O.K. so maybe I was wrong that Dubya has been telling Rummy to cool it recently on Syria and Iran--if the NYT got this story right.

"Shortly after Defense Secretary Donald H. Rumsfeld issued a stark warning to Iran and Syria last week, declaring that any "hostile acts" they committed on behalf of Iraq might prompt severe consequences, one of President Bush's closest aides stepped into the Oval Office to warn him that his unpredictable defense secretary had just raised the specter of a broader confrontation. Mr. Bush smiled a moment at the latest example of Mr. Rumsfeld's brazenness, recalled the aide. Then he said one word — "Good" — and went back to work."

It does bear noting that Dave Sanger gets it wrong when he describes Rummy's statements as prompting 1441ish "severe consequences." I have Rummy's exact statement (and some analysis) here and, as the transcript shows, the phrase "severe consequences" wasn't used.

That said, I'm a bit alarmed by Dubya's reaction. I still think we should be handling this issue with Damascus off the public airwaves in private channels. We have an Embassy in Damascus and active diplomatic relations with that country. Colin Powell can pick up the phone and call his Syrian counterpart, Farouk Shara, anytime. Leaking to the NYT that the President, reacting to Rummy's press conference statements on Syria, simply smiled and says "good" won't go over too well in Damascus and points beyond.

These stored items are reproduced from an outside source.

/** The Moon: its phase and lit fraction, and the week's table of sunset, twilight and the Moon. */
import type { ElementContent } from 'hast';
import { printedLitFraction } from '../../../core/moon.ts';
import { el, exact, formatDay, formatDayRange } from '../format.ts';
import { CLOCK, DIGITS, NIGHT, TIME_PRECISION, TWILIGHT, classes, digitsOf, eventElement, nightDate, wordsOf, type PlaceholderCall, type PlaceholderSpec } from './call.ts';
import { RISE_PHRASES, SET_PHRASES, SUN_PHRASES, type TwilightKind } from './phrases.ts';

function moonPhase(call: PlaceholderCall): ElementContent {
  const p = call.week.nights[call.night]!.moon.phase;
  return el(
    'data',
    { ...classes(call), value: p.name, dataNight: nightDate(call), dataElongationDeg: exact(p.elongationDeg, 2), dataIlluminatedFraction: exact(p.illuminatedFraction, 4), dataAgeDays: exact(p.ageDays, 2) },
    wordsOf(call).t(`phase-word.${p.name}`),
  );
}

function moonLit(call: PlaceholderCall): ElementContent {
  const phase = call.week.nights[call.night]!.moon.phase;
  const digits = digitsOf(call, 0);
  return el('data', { ...classes(call), value: exact(phase.illuminatedFraction, 4), dataNight: nightDate(call) }, wordsOf(call).percent(printedLitFraction(phase, digits), digits));
}

function moonAndTwilight(call: PlaceholderCall): ElementContent {
  const kind = call.attrs.get('kind') as TwilightKind;
  const words = wordsOf(call);
  const head = [words.t('ph.table-night'), words.t('ph.table-sunset'), words.t('ph.table-twilight-end', { kind }), words.t('ph.table-twilight-start', { kind }), words.t('ph.table-moonrise'), words.t('ph.table-moonset'), words.t('ph.table-moon')];
  const rows: ElementContent[] = call.week.nights.map((report, i) => {
    const cell = (child: ElementContent): ElementContent => el('td', {}, [child]);
    const sub: PlaceholderCall = { ...call, night: i, honest: true };
    const as = (name: string): PlaceholderCall => ({ ...sub, name });
    const p = report.moon.phase;
    return el('tr', { dataNight: report.night.date }, [
      el('th', { scope: 'row' }, [el('time', { dateTime: report.night.date }, formatDay(report.night.date, call.site, { weekday: 'short' }))]),
      cell(eventElement(as('sunset'), report.sun.set, SUN_PHRASES)),
      cell(eventElement(as('dark'), report.sun[`${kind}Dusk`], kind, { dataTwilight: kind })),
      cell(eventElement(as('dawn'), report.sun[`${kind}Dawn`], kind, { dataTwilight: kind })),
      cell(eventElement(as('rise'), report.moon.rise, RISE_PHRASES, { dataBody: 'moon' })),
      cell(eventElement(as('set'), report.moon.set, SET_PHRASES, { dataBody: 'moon' })),
      cell(el('data', { className: ['gl', 'gl-moon-phase'], value: p.name, dataIlluminatedFraction: exact(p.illuminatedFraction, 4) }, words.t('ph.table-moon-cell', { phase: words.t(`phase-word.${p.name}`), percent: words.percent(printedLitFraction(p)) }))),
    ]);
  });
  const days = call.week.week.days;
  return el('figure', { ...classes(call), dataWeek: call.week.week.id }, [
    el('table', {}, [
      el('caption', {}, words.t('ph.table-caption', { site: call.site.name, dates: formatDayRange(days[0]!, days[6]!, call.site) })),
      el('thead', {}, [el('tr', {}, head.map((h) => el('th', { scope: 'col' }, h)))]),
      el('tbody', {}, rows),
    ]),
  ]);
}

export const MOON_PLACEHOLDERS: PlaceholderSpec[] = [
  { name: 'moon-phase', form: 'inline', summary: "the Moon's phase at local midnight", attributes: { night: NIGHT }, example: ':moon-phase{night=sun}', render: moonPhase },
  { name: 'moon-lit', form: 'inline', summary: "the lit fraction of the Moon's disc at local midnight, in per cent", attributes: { night: NIGHT, precision: DIGITS(0) }, example: ':moon-lit', render: moonLit },
  { name: 'moon-and-twilight', form: 'block', summary: 'a table of the week: sunset, twilight, moonrise, moonset and phase for each night', attributes: { kind: TWILIGHT, clock: CLOCK, precision: TIME_PRECISION }, example: '::moon-and-twilight', render: moonAndTwilight },
];
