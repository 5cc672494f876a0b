/** `::chart`: a finder chart of the body at its best time, or of the whole sky. */
import { firstSentence } from '../../../core/language/index.ts';
import type { ElementContent } from 'hast';
import { placeholderChart } from '../../chart/index.ts';
import { el } from '../format.ts';
import { BODY, NIGHT, bodyOf, classes, nightDate, showsBody, labelOf, wordsOf, type PlaceholderCall, type PlaceholderSpec } from './call.ts';

/** `::chart`: a figure with the finder chart image and a caption, or an honest sentence. */
function chart(call: PlaceholderCall): ElementContent {
  const body = bodyOf(call);
  const output = call.charts;
  const visibility = call.week.bodyNight(call.night, body).visibility;
  const r = placeholderChart({
    site: call.site,
    body,
    report: call.week.nights[call.night]!,
    visibility,
    nightIndex: call.night,
    view: call.attrs.get('view') as 'horizon' | 'sky',
    cache: output.cache,
  });
  if (r.kind === 'not-visible') {
    return el('p', { ...classes(call, 'gl-none'), dataReason: visibility.reason ?? 'not-visible' }, wordsOf(call).t('chart.none', { name: labelOf(call, body), reason: r.reason }));
  }
  const c = r.chart;
  const caption = firstSentence(c.alt, wordsOf(call).language);
  return el('figure', { ...classes(call), dataChart: c.key, dataBody: body.id, dataNight: nightDate(call) }, [
    el('img', { src: output.url(c.files.svg), width: c.width, height: c.height, loading: 'lazy', decoding: 'async', alt: c.alt }),
    el('figcaption', {}, caption),
  ]);
}

export const CHART_PLACEHOLDERS: PlaceholderSpec[] = [
  {
    name: 'chart',
    shows: showsBody,
    form: 'block',
    summary: 'a finder chart: the view facing the body at its best time with its track over the week, or the whole sky at the end of nautical twilight',
    attributes: { body: BODY, night: NIGHT, view: { type: { kind: 'choice', values: ['horizon', 'sky'] }, default: 'horizon', doc: 'facing the body, or the whole sky' } },
    example: '::chart{body=jupiter}',
    render: chart,
  },
];
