/** Deep-sky objects: the night's well-placed clusters, nebulae, galaxies and double stars (lib/models/deep-sky/placed.ts). */
import type { ElementContent } from 'hast';
import { wellPlaced, type WellPlaced } from '../../../models/deep-sky/placed.ts';
import { el } from '../format.ts';
import { TIME_ATTRS, classes, nightDate, wordsOf, type PlaceholderCall, type PlaceholderSpec } from './call.ts';
import { targetItem } from './visibility.ts';

/** How many objects the list shows by default. */
const DEFAULT_LIMIT = 6;

function placed(call: PlaceholderCall): WellPlaced {
  const limit = Number(call.attrs.get('limit') ?? DEFAULT_LIMIT);
  return call.week.derived(`deep-sky:${call.night}:${limit}`, (week) => wellPlaced(week.nights[call.night]!, { limit }));
}

/** The night's well-placed deep-sky objects, best first, each with what it is, best time, direction, guide and verdict. */
function deepSky(call: PlaceholderCall): ElementContent {
  const words = wordsOf(call);
  const list = placed(call);
  if (list.objects.length === 0) {
    const why = list.dark ? 'ph.deep-sky-none' : 'ph.deep-sky-no-dark';
    return el('p', { ...classes(call, 'gl-none'), dataNight: nightDate(call), dataReason: list.dark ? 'none-high' : 'no-darkness' }, words.t(why));
  }
  const items = list.objects.map((p) => targetItem(call, p.night, words.t(`deep-sky.${p.object.type}`)));
  return el('ul', { ...classes(call), dataNight: nightDate(call) }, items);
}

export const DEEP_SKY_PLACEHOLDERS: PlaceholderSpec[] = [
  {
    name: 'deep-sky',
    form: 'block',
    summary:
      'the deep-sky objects well placed this night: at least 30° up while the sky is fully dark within the viewing hours and recommended by the visibility model, best first (least aid, then margin), with what each is, best time, direction, magnitude, nearby pattern and verdict',
    attributes: { ...TIME_ATTRS, limit: { type: { kind: 'integer', min: 1, max: 20 }, default: String(DEFAULT_LIMIT), doc: 'how many objects at most' } },
    example: '::deep-sky{night=fri limit=5}',
    shows: (call) => placed(call).objects.map((p) => p.night.body),
    render: deepSky,
  },
];
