/** What a reader can see: best time, viewing window, verdict, where to look, and the night's targets. */
import type { ElementContent, Properties } from 'hast';
import { compass } from '../../../core/describe.ts';
import { bodyPhrase } from '../../../core/language/names/index.ts';
import { guideBeyondPlace, guidePhrase } from '../../../models/stars/guide.ts';
import { formatInstant } from '../../../core/time.ts';
import type { BodyNight } from '../../../models/night.ts';
import type { InstrumentKind } from '../../../core/site.ts';
import { reasonText, verdictWords, windowEndText, type Visibility } from '../../../models/visibility.ts';
import type { AttributeSpec } from '../attributes.ts';
import { el, exact, formatClock } from '../format.ts';
import { BODY, NIGHT, TIME_ATTRS, bodyOf, classes, nightDate, noValue, notVisible, precisionOf, showsBody, timeElement, labelOf, wordsOf, type PlaceholderCall, type PlaceholderSpec } from './call.ts';

function visibilityData(v: Visibility): Properties {
  return {
    dataVerdict: v.verdict,
    ...(v.best ? { dataMargin: exact(v.best.margin, 2), dataRequiredMargin: exact(v.best.requiredMargin, 2), dataAltitudeDeg: exact(v.best.altitudeDeg, 3), dataAzimuthDeg: exact(v.best.azimuthDeg, 3) } : {}),
    ...(v.outsideViewingHours ? { dataOutsideViewingHours: 'true' } : {}),
  };
}

function bestTime(call: PlaceholderCall): ElementContent {
  const body = bodyOf(call);
  const v = call.week.bodyNight(call.night, body).visibility;
  if (!v.best) return notVisible(call, body, v);
  const time = timeElement(call, v.best.time, { dataBody: body.id, ...visibilityData(v) });
  // A morning object: say so, so a reader does not plan on it during the evening viewing hours.
  if (!v.outsideViewingHours) return time;
  return el('span', { className: ['gl-after-hours'] }, [time, { type: 'text', value: ` ${wordsOf(call).t('ph.after-hours')}` }]);
}

function viewingWindow(call: PlaceholderCall): ElementContent {
  const body = bodyOf(call);
  const v = call.week.bodyNight(call.night, body).visibility;
  if (!v.window) return notVisible(call, body, v);
  const zone = call.site.timeZone;
  const format = { clock: call.clock, precision: precisionOf(call) };
  // An optics window cut short for safety says so, so nobody keeps sweeping towards the rising Sun.
  const why: ElementContent[] = v.window.endReason === 'optics-safety' ? [{ type: 'text', value: wordsOf(call).t('window.when', { why: windowEndText('optics-safety', wordsOf(call)) }) }] : [];
  return el('span', { ...classes(call), dataNight: nightDate(call), dataBody: body.id, dataEndReason: v.window.endReason, ...visibilityData(v) }, [
    el('time', { dateTime: formatInstant(v.window.start, zone) }, formatClock(v.window.start, call.site, format)),
    { type: 'text', value: '\u2013' },
    el('time', { dateTime: formatInstant(v.window.end, zone) }, formatClock(v.window.end, call.site, format)),
    ...why,
  ]);
}

function verdict(call: PlaceholderCall): ElementContent {
  const body = bodyOf(call);
  const v = call.week.bodyNight(call.night, body).visibility;
  const lang = wordsOf(call);
  const gender = bodyPhrase(lang.language, body).gender;
  const words =
    v.verdict === 'not-visible' ? lang.t('verdict.not-visible', { reason: reasonText(v.reason ?? 'too-faint', call.site, lang, gender), gender }) : verdictWords(v.verdict, lang, gender);
  return el('data', { ...classes(call), value: v.verdict, dataNight: nightDate(call), dataBody: body.id, ...(v.reason ? { dataReason: v.reason } : {}), ...visibilityData(v) }, words);
}

function guide(call: PlaceholderCall): ElementContent {
  const body = bodyOf(call);
  const g = call.week.bodyNight(call.night, body).guide;
  if (!g) return noValue(call, wordsOf(call).t('ph.guide-below', { name: labelOf(call, body) }), { dataBody: body.id });
  // omit=place: the sentence already gives the altitude and direction, so a guide from the horizon says only where the Sun set or will rise.
  const phrase = call.attrs.get('omit') === 'place' ? guideBeyondPlace(g.said, wordsOf(call)) : guidePhrase(g.said, wordsOf(call));
  if (phrase === null) return noValue(call, wordsOf(call).t('ph.guide-horizon-only', { name: labelOf(call, body) }), { dataBody: body.id, dataGuide: g.kind });
  return el(
    'span',
    { ...classes(call), dataNight: nightDate(call), dataBody: body.id, dataGuide: g.kind, ...(g.pattern ? { dataPattern: g.pattern.id } : {}), ...(g.separationDeg !== null ? { dataSeparationDeg: exact(g.separationDeg, 2) } : {}), ...(g.offsetDirection ? { dataOffset: g.offsetDirection } : {}), ...(g.nearestStar ? { dataNearestStar: g.nearestStar.name } : {}) },
    phrase,
  );
}

/** The naked-eye and binocular targets of the night, by best time. Bodies come from the week's registry. */
function targetNights(call: PlaceholderCall): BodyNight[] {
  return call.week.bodies
    .ids()
    .filter((id) => id !== 'sun')
    .map((id) => call.week.bodyNight(call.night, call.week.bodies.get(id)))
    .filter((bn) => bn.visibility.best && (bn.visibility.verdict === 'naked-eye' || bn.visibility.verdict === 'binoculars'))
    .sort((a, b) => a.visibility.best!.time.getTime() - b.visibility.best!.time.getTime() || (a.body.id < b.body.id ? -1 : 1));
}

/**
 * One target of a list, as `<li>`: its name (and what it is, `kind`), best time, direction, altitude,
 * magnitude, nearby pattern and verdict. Shared by the night's targets and the deep-sky list.
 */
export function targetItem(call: PlaceholderCall, bn: BodyNight, kind?: string): ElementContent {
  const zone = call.site.timeZone;
  const format = { clock: call.clock, precision: precisionOf(call) };
  const words = wordsOf(call);
  const v = bn.visibility;
  const best = v.best!;
  // The item gives the direction and altitude itself: the guide adds only what they do not say.
  const guide = bn.guide ? guideBeyondPlace(bn.guide.said, words) : null;
  return el('li', { dataBody: bn.body.id, ...visibilityData(v) }, [
    el('strong', {}, labelOf(call, bn.body)),
    { type: 'text', value: `${kind ? `, ${kind}` : ''}${words.t('ph.target-best-at')} ` },
    el('time', { dateTime: formatInstant(best.time, zone) }, formatClock(best.time, call.site, format)),
    { type: 'text', value: `${words.t('ph.target-where', { direction: compass(best.azimuthDeg, words).word, degrees: words.number(best.altitudeDeg, 0), hand: words.handMeasure(Math.round(best.altitudeDeg)) })} ` },
    el('data', { value: exact(best.magnitude, 2) }, words.number(best.magnitude, 1)),
    { type: 'text', value: `${guide ? `, ${guide}` : ''} \u2014 ${verdictWords(v.verdict as InstrumentKind, words, bodyPhrase(words.language, bn.body).gender)}${v.outsideViewingHours ? ` ${words.t('verdict.outside-hours')}` : ''}` },
  ]);
}

/** Every naked-eye or binocular target of the night, by best time. */
function targets(call: PlaceholderCall): ElementContent {
  const rows = targetNights(call);
  if (rows.length === 0) {
    return el('p', { ...classes(call, 'gl-none'), dataNight: nightDate(call) }, wordsOf(call).t('ph.no-targets'));
  }
  const items = rows.map((bn) => targetItem(call, bn));
  return el('ul', { ...classes(call), dataNight: nightDate(call) }, items);
}

/** `:guide{omit=place}`: the sentence already says the altitude and direction (`:altitude`, `:direction`). */
const OMIT_PLACE: AttributeSpec = {
  type: { kind: 'choice', values: ['place'] },
  doc: 'place: the sentence already gives the altitude and direction, so a guide from the horizon says only where the Sun set or will rise, and has no value when that is all it has',
};

export const VISIBILITY_PLACEHOLDERS: PlaceholderSpec[] = [
  { name: 'best-time', form: 'inline', slot: true, summary: 'best viewing time: largest visibility margin within the viewing hours (lib/models/visibility.ts)', attributes: { body: BODY, ...TIME_ATTRS }, example: ':best-time{body=jupiter}', shows: showsBody, render: bestTime },
  { name: 'window', form: 'inline', slot: true, summary: 'viewing window: the span around the best time where the body stays visible', attributes: { body: BODY, ...TIME_ATTRS }, example: ':window{body=jupiter}', shows: showsBody, render: viewingWindow },
  { name: 'verdict', form: 'inline', summary: 'naked eye, binoculars, telescope or not visible, with the reason', attributes: { body: BODY, night: NIGHT }, example: ':verdict{body=saturn}', shows: showsBody, render: verdict },
  { name: 'guide', form: 'inline', slot: true, summary: 'where to look, at the best time (or transit): from a nearby star pattern, a bright star, the Moon or a bright planet, or else the horizon and where the Sun set', attributes: { body: BODY, night: NIGHT, omit: OMIT_PLACE }, example: ':guide{body=jupiter}', shows: showsBody, render: guide },
  { name: 'targets', form: 'block', summary: 'every naked-eye or binocular target of the night, by best time, with direction, altitude, magnitude and nearby pattern', attributes: { ...TIME_ATTRS }, example: '::targets{night=fri}', shows: (call) => targetNights(call).map((bn) => bn.body), render: targets },
];
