@pytest.mark.parametrize("engine", ["numba", "numpy"])
def test_rk4_converges_at_fourth_order(engine):
    x0 = np.array([-8.0, 7.0, 27.0])
    # Reference: scipy's DOP853 at rtol 1e-12, many orders below the RK4 errors measured here.
    ref = solve_ivp(lorenz63_ode, (0.0, 1.0), x0, method="DOP853", rtol=1e-12, atol=1e-12).y[:, -1]
    errors = []
    steps = (0.0025, 0.00125, 0.000625)
    for h in steps:
        res = integrate_ensemble(
            lorenz63(), x0[None, :], dt_out=1.0, n_out=2, substep=h, engine=engine
        )
        assert res.substep == h and res.status == "ok"
        errors.append(np.max(np.abs(res.states[0, -1] - ref)))
    ratios = np.array(errors[:-1]) / np.array(errors[1:])
    # Fourth order: halving h divides the global error by 2**4 = 16. The next term of the error
    # expansion makes the ratio 16 (1 + O(h)); measured here it is 18.5 and 17.7, shrinking
    # towards 16 as h halves. The reference's own error (1.7e-11, from comparing rtol 1e-12 with
    # 1e-13) is 2 % of the smallest RK4 error, so it cannot fake the ratio.
    np.testing.assert_allclose(ratios, 16.0, rtol=0.2)
    assert ratios[1] < ratios[0]
    order = np.polyfit(np.log(steps), np.log(errors), 1)[0]
    assert 3.8 < order < 4.3
    assert errors[-1] < 1e-6


@pytest.mark.parametrize("method", ["euler-maruyama", "heun"])
def test_ou_process_reaches_the_lyapunov_covariance(method):
    rng = np.random.default_rng(11)
    # The project's OU scenario (two variables, oscillatory decay, correlated noise).
    ou = ou_surrogate()
    drift = ou.coefficients[:, [ou.terms.index(Term("monomial", p)) for p in ((1, 0), (0, 1))]]
    q = np.asarray(ou.noise)
    # Analytic stationary covariance: A S + S A^T + Q = 0 (Gardiner, Handbook of Stochastic
    # Methods, sec. 4.4.6), solved by scipy.
    expected = solve_continuous_lyapunov(drift, -q)
    members = 3000
    res = integrate_ensemble(
        ou,
        np.zeros((members, 2)),
        dt_out=6.0,
        n_out=3,
        spinup=12.0,
        substep=0.004,
        method=method,
        seed=rng,
    )
    assert res.status == "ok" and res.seed is not None
    # The drift's eigenvalues have real part -0.75, so outputs 6 time units apart are
    # correlated by e^-4.5 ~ 1 % and the transient from the start is gone (e^-9).
    x = res.states.reshape(-1, 2)
    prods = x[:, :, None] * x[:, None, :]
    sample = prods.mean(axis=0)
    stderr = prods.std(axis=0) / np.sqrt(len(x))
    # Within 4 standard errors of the sampling distribution (about 6 % relative here); the
    # discretisation bias (relative ~ |lambda| h / 2 ~ 0.2 % for Euler-Maruyama, with the
    # drift's eigenvalue modulus |lambda| ~ 0.87) is well below that.
    assert np.all(np.abs(sample - expected) < 4.0 * stderr + 1e-12), (sample, expected, stderr)
    # Means are zero for a zero-mean OU process.
    assert np.all(np.abs(x.mean(axis=0)) < 4.0 * x.std(axis=0) / np.sqrt(len(x)))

Nor does it inspire much confidence that top-down policy formulation is taking place within the Beltway. Too often with this Administration, policy tortuously emerges after protracted in-fighting between the Pentagon and State Department. With major issues like this, where Rumsfeld's comment can contribute to potential regionalization of the conflict and fan suspicions among Arabs (and Iranians) that other countries are on the U.S. regime change list--we should expect that the White House has provided coordinated marching orders to both Foggy Bottom and Defense.

Instead, it appears this may be another Rummy free-lancing episode. Of course, if Syria is miscalculating and providing succor to the enemy through manpower and materiel transfers of material scope--such "shots across the bow" are likely justified. But I have to suspect we'd do better with Bashar Assad regarding having him cooperate more through concerted private diplomacy. More soon.

UPDATE: Ross Douthat over at the American Scene has a good post up on the whole Iran/Syria angle.